Active Learning of Driving Scenario Trajectories
This work addresses the cost and error-prone nature of annotating driving trajectories for autonomous vehicle validation, offering a more efficient method, though it is incremental as it builds on existing active learning techniques.
The study tackled the problem of annotating driving scenario trajectories for autonomous vehicle verification by developing a generic active learning framework that embeds trajectories into a latent space, enabling task-agnostic annotation and detection of unknown classes. The framework was evaluated on real-world datasets from Volvo Cars, showing effectiveness in labeling and detecting unknown trajectory types, with embedding quality identified as a key factor.

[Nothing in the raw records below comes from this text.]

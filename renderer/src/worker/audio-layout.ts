/**
 * Parsing a file's layout with the pure parsers of dsp/formats when the bytes arrive
 * asynchronously (through the bridge): the parser's synchronous reads are answered from ranges
 * fetched so far; a read past them stops the parse, the range is fetched, and the parse runs again.
 */
import { InputError } from '../../../dsp/errors.ts';
import { parseAudioLayout, type AudioLayout } from '../../../dsp/formats/index.ts';

class NeedBytes {
  constructor(readonly offset: number, readonly length: number) {}
}

/** Parses the layout, fetching what the parser asks for (at most `maxFetches` extra ranges). */
export async function readLayout(
  fetch: (offset: number, length: number) => Promise<Uint8Array>,
  fileSize: number,
  name: string,
  maxFetches = 64,
): Promise<AudioLayout> {
  const ranges: { offset: number; bytes: Uint8Array }[] = [{ offset: 0, bytes: await fetch(0, Math.min(fileSize, 1 << 16)) }];
  for (let k = 0; k <= maxFetches; k++) {
    try {
      return parseAudioLayout((offset, length) => {
        const end = Math.min(fileSize, offset + length);
        const r = ranges.find((x) => x.offset <= offset && x.offset + x.bytes.length >= end);
        if (r) return r.bytes.subarray(offset - r.offset, end - r.offset);
        throw new NeedBytes(offset, end - offset);
      }, fileSize, name);
    } catch (e) {
      if (!(e instanceof NeedBytes)) throw e;
      ranges.push({ offset: e.offset, bytes: await fetch(e.offset, Math.min(fileSize - e.offset, Math.max(e.length, 1 << 16))) });
    }
  }
  throw new InputError('the header asks for too many separate reads', name, 0);
}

Annotated driving scenario trajectories are crucial for verification and validation of autonomous vehicles. However, annotation of such trajectories based only on explicit rules (i.e. knowledge-based methods) may be prone to errors, such as false positive/negative classification of scenarios that lie on the border of two scenario classes, missing unknown scenario classes, or even failing to detect anomalies. On the other hand, verification of labels by annotators is not cost-efficient. For this purpose, active learning (AL) could potentially improve the annotation procedure by including an annotator/expert in an efficient way. In this study, we develop a generic active learning framework to annotate driving trajectory time series data. We first compute an embedding of the trajectories into a latent space in order to extract the temporal nature of the data. Given such an embedding, the framework becomes task agnostic since active learning can be performed using any classification method and any query strategy, regardless of the structure of the original time series data. Furthermore, we utilize our active learning framework to discover unknown driving scenario trajectories. This will ensure that previously unknown trajectory types can be effectively detected and included in the labeled dataset. We evaluate our proposed framework in different settings on novel real-world datasets consisting of driving trajectories collected by Volvo Cars Corporation. We observe that active learning constitutes an effective tool for labelling driving trajectories as well as for detecting unknown classes. Expectedly, the quality of the embedding plays an important role in the success of the proposed framework.